**PROBLEM DESCRIPTION:** Copy out every line holding the string "memory" from the records below.
· · ·
import { source } from './parts';

/** Publications that more than one protocol stands on. `read` means the abstract or stored text, not the whole paper. */
export const ndsu = source(
  'ndsu',
  'Planning for Estrous Synchronization',
  'North Dakota State University, Carrington Research Extension Center',
  'read',
  {
    url: 'https://www.ag.ndsu.edu/carringtonrec/center-points/planning-for-estrous-synchronization',
    note: 'Its text calls the first day Day 1 and removal Day 7; the interval itself is 7 days.',
  },
);
export const kstate = source(
  'kstate',
  'Kansas Agricultural Experiment Station Research Reports 4(2), article 4',
  'Kansas State University',
  'read',
  {
    year: 2018,
    url: 'http://newprairiepress.org/kaesrr/vol4/iss2/4/',
  },
);
export const taskForce = source(
  'brtf',
  'Protocols for synchronization of estrus and ovulation in beef cattle (yearly sheets)',
  'Beef Reproduction Task Force',
  'memory',
  {
    note: 'The sheets could not be read; figures are from memory unless another source repeats them.',
  },
);
export const oosthuizen = source(
  'oosthuizen',
  'Delayed fixed-time AI and presynchronisation in beef heifers, multi-state trial',
  'Oosthuizen et al.',
  'read',
  {
    note: '54 h in the control arm, 72 h in the delayed arm. An older multi-state trial (Kansas State, KAESRR 0(1) 215) used 60 h.',
  },
);
export const gunn = source(
  'gunn',
  'Efficacy of the 5-day CO-Synch ovulation synchronization protocol',
  'Gunn et al., The Professional Animal Scientist 32:82-89',
  'read',
  { year: 2016 },
);
export const aabp2009 = source(
  'aabp2009',
  'American Association of Bovine Practitioners, annual conference abstract',
  'AABP',
  'read',
  {
    year: 2009,
    url: 'https://bovine-ojs-tamu.tdl.org/aabp/article/view/4304',
    note: 'The original needed 12 h between the two prostaglandin doses; the trial compared 2 h with 8 h.',
  },
);
export const arkansas = source(
  'arkansas',
  '7 & 7 and 8 & 6 presynchronisation of beef cows',
  'University of Arkansas (thesis abstract)',
  'read',
  {
    url: 'https://katalog.lib.cas.cz/KNAV/EdsRecord/edo,ejs64460946',
  },
);
export const thomas = source(
  'thomas',
  'Split-time artificial insemination in beef cattle II',
  'Thomas et al.',
  'read',
  {
    note: '1,138 heifers; oestrus by 66 h 70-71 %; pregnant 58-62 % served at 66 h, 39-44 % at 90 h.',
  },
);
export const teagasc = source(
  'teagasc',
  'Suckler synchronisation study (2,205 cows, 74 herds)',
  'Teagasc, as reported by Agriland',
  'read',
  {
    url: 'https://www.agriland.ie/farming-news/teagasc-reveals-results-from-suckler-synchronization-study/',
  },
);
export const carvalho = source(
  'carvalho',
  'Journal of Dairy Science 97 (2014), abstract on GGPG and Double-Ovsynch',
  'Carvalho et al., American Dairy Science Association',
  'read',
  { year: 2014 },
);
export const croatian = source(
  'cvj',
  'Pregnancy rates after Presynch-Ovsynch, G6G and Double-Ovsynch',
  'Croatian Veterinary Journal 57(1), article 4',
  'read',
);
export const westcentral = source(
  'unl27',
  'Synchronising heifers with melengestrol acetate and prostaglandin',
  'University of Nebraska-Lincoln, West Central Extension',
  'read',
  {
    url: 'https://digitalcommons.unl.edu/westcentresext/27/',
  },
);
export const sdsuPostpartum =
  'Estrous synchronization protocols for beef cows (South Dakota State University Extension)';
export const cfr529 = '21 CFR 529.1940, progesterone intravaginal inserts (US Food and Drug Administration)';
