import { StyleSheet, View } from 'react-native';

import type { FindingView } from '@/shared/contracts/common';
import { t } from '@/shared/messages';
import { color, space } from '../theme/tokens';
import { SeverityMark, type Severity } from './SeverityMark';
import { Text } from './Text';

type Shown = Pick<FindingView, 'severity' | 'message' | 'remedy'> & { source?: string | undefined };

const rank: Record<Severity, number> = { stop: 0, warn: 1, note: 2 };
const word = { stop: 'ui.stop', warn: 'ui.warn', note: 'ui.note' } as const;

/** Mark, word, sentence with its figures, then in bold what to do. */
export const FindingRow = ({ finding }: { finding: Shown }) => (
  <View role="listitem" style={styles.row}>
    <SeverityMark severity={finding.severity} />
    <View style={styles.words}>
      <Text>
        <Text strong tone={finding.severity}>
          {t(word[finding.severity])}.{' '}
        </Text>
        {finding.message}
      </Text>
      {finding.remedy ? <Text strong>{finding.remedy}</Text> : null}
      {finding.source ? (
        <Text variant="small" tone="quiet">
          {t('ui.source', { source: finding.source })}
        </Text>
      ) : null}
    </View>
  </View>
);

interface FindingListProps {
  findings: readonly FindingView[];
  /** Name of the list. Default: Findings. */
  label?: string;
  /** Said when there is nothing to say. */
  none?: string;
}

/** Stops first, then warnings, then notes. Announced when they change, without interrupting. */
export function FindingList({ findings, label, none }: FindingListProps) {
  const sorted = [...findings].sort((a, b) => rank[a.severity] - rank[b.severity]);
  return (
    <View aria-live="polite">
      {sorted.length > 0 ? (
        <View role="list" aria-label={label ?? t('ui.findings')} style={styles.list}>
          {sorted.map((finding, at) => (
            <FindingRow key={`${finding.code}-${finding.path ?? ''}-${at}`} finding={finding} />
          ))}
        </View>
      ) : none ? (
        <Text tone="quiet">{none}</Text>
      ) : null}
    </View>
  );
}

const styles = StyleSheet.create({
  list: { borderTopWidth: 1, borderTopColor: color.rail },
  row: { flexDirection: 'row', gap: space.s, paddingVertical: 12, borderBottomWidth: 1, borderBottomColor: color.rail },
  words: { flex: 1, gap: space.xs },
});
· · ·
**TASK ANSWER:**
  'memory',
    note: 'The sheets could not be read; figures are from memory unless another source repeats them.',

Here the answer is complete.